[Data excerpts]
####

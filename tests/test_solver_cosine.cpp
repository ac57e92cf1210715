// The cosine metric: the neighbour search (exact and HNSW) against a slow, obvious scan of
// 1 - cos, the unit rows of the feature preparation, and the metric in MapParameters.
#include <doctest/doctest.h>

#include <algorithm>
#include <random>
#include <stdexcept>
#include <string>

#include "solver/features/affinities.h"
#include "solver/features/feature_prep.h"
#include "solver/features/neighbours.h"
#include "tests/approx.h"

namespace {

// Clustered rows, each multiplied by its own positive factor exp(U(-3, 3)), so that their lengths
// differ by up to e^6 while their directions keep the clusters.
kith::Points scaled_rows(int n, int d, uint64_t seed) {
  kith::Points x = kith::test::normal_points(n, d, seed, [](int i, int c) { return c == i % 5 ? 4.0 : 0.0; });
  std::mt19937_64 rng(seed + 1);
  std::uniform_real_distribution<double> u(-3.0, 3.0);
  for (int i = 0; i < n; ++i) x.row(i) *= std::exp(u(rng));
  return x;
}

// The slow, obvious reference: every other row by 1 - x.y / (|x| |y|), ties by index.
std::vector<std::pair<double, int>> cosine_scan(const kith::Points& x, Eigen::Index i) {
  std::vector<std::pair<double, int>> all;
  for (Eigen::Index j = 0; j < x.rows(); ++j) {
    if (j == i) continue;
    double dot = 0, a = 0, b = 0;
    for (Eigen::Index c = 0; c < x.cols(); ++c) {
      dot += x(i, c) * x(j, c);
      a += x(i, c) * x(i, c);
      b += x(j, c) * x(j, c);
    }
    all.emplace_back(1.0 - dot / std::sqrt(a * b), int(j));
  }
  std::sort(all.begin(), all.end());
  return all;
}

}  // namespace

TEST_CASE("cosine: exact neighbours equal a scan of 1 - cos, with squared distance 2 (1 - cos)") {
  const kith::Points x = scaled_rows(400, 9, 3);
  const size_t k = 15;
  kith::NeighbourOptions o;
  o.metric = kith::Metric::kCosine;
  const kith::NeighbourGraph g = kith::find_neighbours(x, k, o);
  // 2 (1 - cos) from the scan against |u - v|^2 of the unit rows: both are sums of ~10 products of
  // numbers below 1, so they agree to a few units of rounding (kTolerance is 1e4 of them).
  constexpr double kTolerance = 1e-12;
  for (Eigen::Index i = 0; i < x.rows(); ++i) {
    const auto all = cosine_scan(x, i);
    for (size_t c = 0; c < k; ++c) {
      REQUIRE(g.index[size_t(i) * k + c] == all[c].second);
      REQUIRE(std::abs(g.distance2[size_t(i) * k + c] - 2.0 * all[c].first) < kTolerance);
    }
  }
}

TEST_CASE("cosine: HNSW neighbours are nearly those of the scan, deterministic, and ignore each row's length") {
  const kith::Points x = scaled_rows(3000, 12, 5);
  const size_t k = 20;
  kith::NeighbourOptions o;
  o.metric = kith::Metric::kCosine;
  o.exact_below = 0;
  const kith::NeighbourGraph a = kith::find_neighbours(x, k, o), b = kith::find_neighbours(x, k, o);
  CHECK(a.index == b.index);
  size_t hits = 0;
  for (Eigen::Index i = 0; i < x.rows(); ++i) {
    const auto all = cosine_scan(x, i);
    for (size_t c = 0; c < k; ++c)
      for (size_t d = 0; d < k; ++d) hits += a.index[size_t(i) * k + c] == all[d].second;
  }
  // HNSW with ef >= 100 finds nearly all 20 nearest (common practice: recall above 0.95); the
  // Euclidean test of the same index (test_solver_affinities.cpp) asks the same.
  CHECK(double(hits) / double(x.rows() * k) > 0.95);
  // The same rows scaled to length 1 under the Euclidean metric: the same graph.
  kith::NeighbourOptions e = o;
  e.metric = kith::Metric::kEuclidean;
  const kith::NeighbourGraph unit = kith::find_neighbours(kith::unit_rows(x), k, e);
  CHECK(unit.index == a.index);
}

TEST_CASE("cosine: affinities of rows scaled by positive factors equal those of the unit rows") {
  const kith::Points x = scaled_rows(300, 7, 9);
  kith::AffinitySearch cosine;
  cosine.metric = kith::Metric::kCosine;
  const kith::SparseAffinities p = kith::joint_affinities_for(x, 20.0, cosine);
  const kith::SparseAffinities q = kith::joint_affinities_for(kith::unit_rows(x), 20.0);
  REQUIRE(p.col == q.col);
  // Normalizing x and reading unit rows differ by rounding only (1e-16 of each value); the
  // calibration's bisection stops at a perplexity within 1e-5, so P agrees far closer than that.
  for (size_t e = 0; e < p.val.size(); ++e) REQUIRE(std::abs(p.val[e] - q.val[e]) <= 1e-9 * q.val[e]);
  // And the Euclidean metric on the scaled rows is a different graph (the test can fail).
  const kith::SparseAffinities r = kith::joint_affinities_for(x, 20.0);
  CHECK(r.col != p.col);
}

TEST_CASE("cosine: the prepared features are the unit rows, and a zero row is named") {
  kith::Points x = scaled_rows(60, 4, 11);
  const kith::Points prepared = kith::prepare_features(x, kith::map_prep(kith::Metric::kCosine));
  for (Eigen::Index i = 0; i < x.rows(); ++i) CHECK(prepared.row(i).norm() == doctest::Approx(1.0).epsilon(1e-15));
  CHECK(kith::first_zero_row(x) == -1);
  x.row(6).setZero();
  CHECK(kith::first_zero_row(x) == 6);
  try {
    kith::prepare_features(x, kith::map_prep(kith::Metric::kCosine));
    FAIL("a zero row was taken");
  } catch (const std::invalid_argument& e) {
    CHECK(std::string(e.what()).find("row 7 ") != std::string::npos);
  }
  // Euclidean takes it.
  CHECK(kith::prepare_features(x, kith::map_prep(kith::Metric::kEuclidean)).rows() == 60);
}

TEST_CASE("cosine: the metric is a map setting") {
  kith::MapParameters a, b;
  CHECK(a.metric == kith::Metric::kEuclidean);
  b.metric = kith::Metric::kCosine;
  CHECK(a != b);
  kith::Metric m = kith::Metric::kEuclidean;
  CHECK(kith::parse_metric("cosine", &m));
  CHECK(m == kith::Metric::kCosine);
  CHECK_FALSE(kith::parse_metric("angular", &m));
  CHECK(m == kith::Metric::kCosine);
  CHECK(std::string(kith::metric_name(m)) == "cosine");
}
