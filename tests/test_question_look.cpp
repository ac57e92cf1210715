// The question screens' colours, label placement and shortened text, without a window.
//
// Contrast: WCAG 2.1 success criterion 1.4.3 (Contrast, Minimum, level AA) asks for a contrast
// ratio of at least 4.5:1 between text and its background; 1.4.11 (Non-text Contrast) asks 3:1
// for the parts of controls. The ratio is (L1 + 0.05) / (L2 + 0.05), L1 the lighter colour's
// relative luminance; WCAG 2.1 defines relative luminance for sRGB as
//   L = 0.2126 R + 0.7152 G + 0.0722 B, each of R, G, B = c / 12.92 if c <= 0.03928, else
//   ((c + 0.055) / 1.055) ^ 2.4, with c the 8-bit component divided by 255.
// It is written out here on its own, not taken from kith's colour code.
#include <doctest/doctest.h>

#include <cmath>
#include <ios>
#include <string>

#include "viewer/scene/label_placement.h"
#include "viewer/scene/question_look.h"
#include "viewer/scene/text_fit.h"

namespace {

double channel(uint32_t rgb, int shift) {
  const double c = double((rgb >> shift) & 0xFF) / 255.0;
  return c <= 0.03928 ? c / 12.92 : std::pow((c + 0.055) / 1.055, 2.4);
}
double relative_luminance(uint32_t rgb) {
  return 0.2126 * channel(rgb, 16) + 0.7152 * channel(rgb, 8) + 0.0722 * channel(rgb, 0);
}
double contrast_ratio(uint32_t a, uint32_t b) {
  const double la = relative_luminance(a), lb = relative_luminance(b);
  return (std::max(la, lb) + 0.05) / (std::min(la, lb) + 0.05);
}

constexpr double kTextMinimum = 4.5;     // WCAG 2.1 SC 1.4.3, normal-size text
constexpr double kNonTextMinimum = 3.0;  // WCAG 2.1 SC 1.4.11

}  // namespace

TEST_CASE("question look: the contrast formula gives the known ratios") {
  CHECK(contrast_ratio(0x000000, 0xFFFFFF) == doctest::Approx(21.0));
  CHECK(contrast_ratio(0x777777, 0x777777) == doctest::Approx(1.0));
  // From memory (commonly quoted): #767676 on white is about 4.54:1, the lightest such grey that
  // passes 4.5:1, while #777777 is just under it (about 4.48:1).
  CHECK(contrast_ratio(0x767676, 0xFFFFFF) == doctest::Approx(4.54).epsilon(0.005));
  CHECK(contrast_ratio(0x777777, 0xFFFFFF) < kTextMinimum);
}

TEST_CASE("question look: every text on the question screens has at least 4.5 to 1 on both grounds") {
  for (const bool dark : {false, true}) {
    const kith::QuestionLook look = kith::QuestionLook::for_ground(dark);
    const auto pairs = kith::text_pairs(look);
    REQUIRE(pairs.size() >= 20);
    for (const kith::TextPair& p : pairs) {
      INFO((dark ? "night" : "paper") << ": " << p.what << std::hex << " text #" << p.text << " on #" << p.ground);
      CHECK(contrast_ratio(p.text, p.ground) >= kTextMinimum);
    }
    for (const kith::TextPair& p : kith::edge_pairs(look)) {
      INFO((dark ? "night" : "paper") << ": " << p.what);
      CHECK(contrast_ratio(p.text, p.ground) >= kNonTextMinimum);
    }
  }
  // The two grounds really differ (a night table that copied paper would pass the loop above).
  CHECK(relative_luminance(kith::QuestionLook::paper().band) > 0.8);
  CHECK(relative_luminance(kith::QuestionLook::night().band) < 0.05);
}

TEST_CASE("question look: labels around one crowded point overlap neither each other nor the obstacles") {
  const kith::ScreenRect area{0, 0, 400, 300};
  const std::vector<kith::ScreenRect> obstacles = {{150, 0, 400, 60}, {0, 200, 400, 300}};  // a banner, a band
  std::vector<kith::LabelRequest> requests;
  for (int k = 0; k < 9; ++k) requests.push_back({200.f + k * 2.f, 120.f, 11.f, 26.f + 8.f * (k % 3), 18.f});
  const auto placed = kith::place_labels(requests, area, obstacles);
  REQUIRE(placed.size() == requests.size());
  for (size_t a = 0; a < placed.size(); ++a) {
    CHECK(placed[a].clear);
    CHECK(placed[a].rect.inside(area));
    for (const auto& o : obstacles) CHECK_FALSE(placed[a].rect.overlaps(o));
    for (size_t b = a + 1; b < placed.size(); ++b) CHECK_FALSE(placed[a].rect.overlaps(placed[b].rect));
    CHECK(placed[a].rect.width() == doctest::Approx(requests[a].width));
  }
  CHECK_FALSE(placed[0].moved);  // the first label takes the nearest spot
}

TEST_CASE("question look: a label with no free spot is marked not clear") {
  const kith::ScreenRect area{0, 0, 60, 40};
  std::vector<kith::LabelRequest> requests(6, kith::LabelRequest{30.f, 20.f, 5.f, 40.f, 16.f});
  const auto placed = kith::place_labels(requests, area, {});
  size_t not_clear = 0;
  for (const auto& p : placed) not_clear += p.clear ? 0 : 1;
  CHECK(not_clear > 0);
}

TEST_CASE("question look: text that does not fit ends in an ellipsis and never splits a character") {
  // Every code point 10 px wide.
  auto measure = [](const std::string& t) {
    float w = 0;
    for (unsigned char c : t) w += (c & 0xC0) != 0x80 ? 10.f : 0.f;
    return w;
  };
  CHECK(kith::fit_text("family: smoked", 140, measure) == "family: smoked");
  CHECK(kith::fit_text("family: smoked", 139, measure) == std::string("family: smok") + kith::kEllipsis);
  // A space before the cut is dropped: "family:" then the ellipsis, not "family: ...".
  CHECK(kith::fit_text("family: smoked", 85, measure) == std::string("family:") + kith::kEllipsis);
  CHECK(kith::fit_text("\xc3\xa9t\xc3\xa9 long", 45, measure) == std::string("\xc3\xa9t\xc3\xa9") + kith::kEllipsis);
  CHECK(kith::fit_text("abc", 5, measure).empty());
  for (float w = 10; w < 140; w += 5) CHECK(measure(kith::fit_text("family: smoked", w, measure)) <= w);
}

####

▶ _What you have to do_
Return, from the data, each line that has the word "second" in it.

▶ _Answer to this exercise_
      REQUIRE(g.index[size_t(i) * k + c] == all[c].second);
      for (size_t d = 0; d < k; ++d) hits += a.index[size_t(i) * k + c] == all[d].second;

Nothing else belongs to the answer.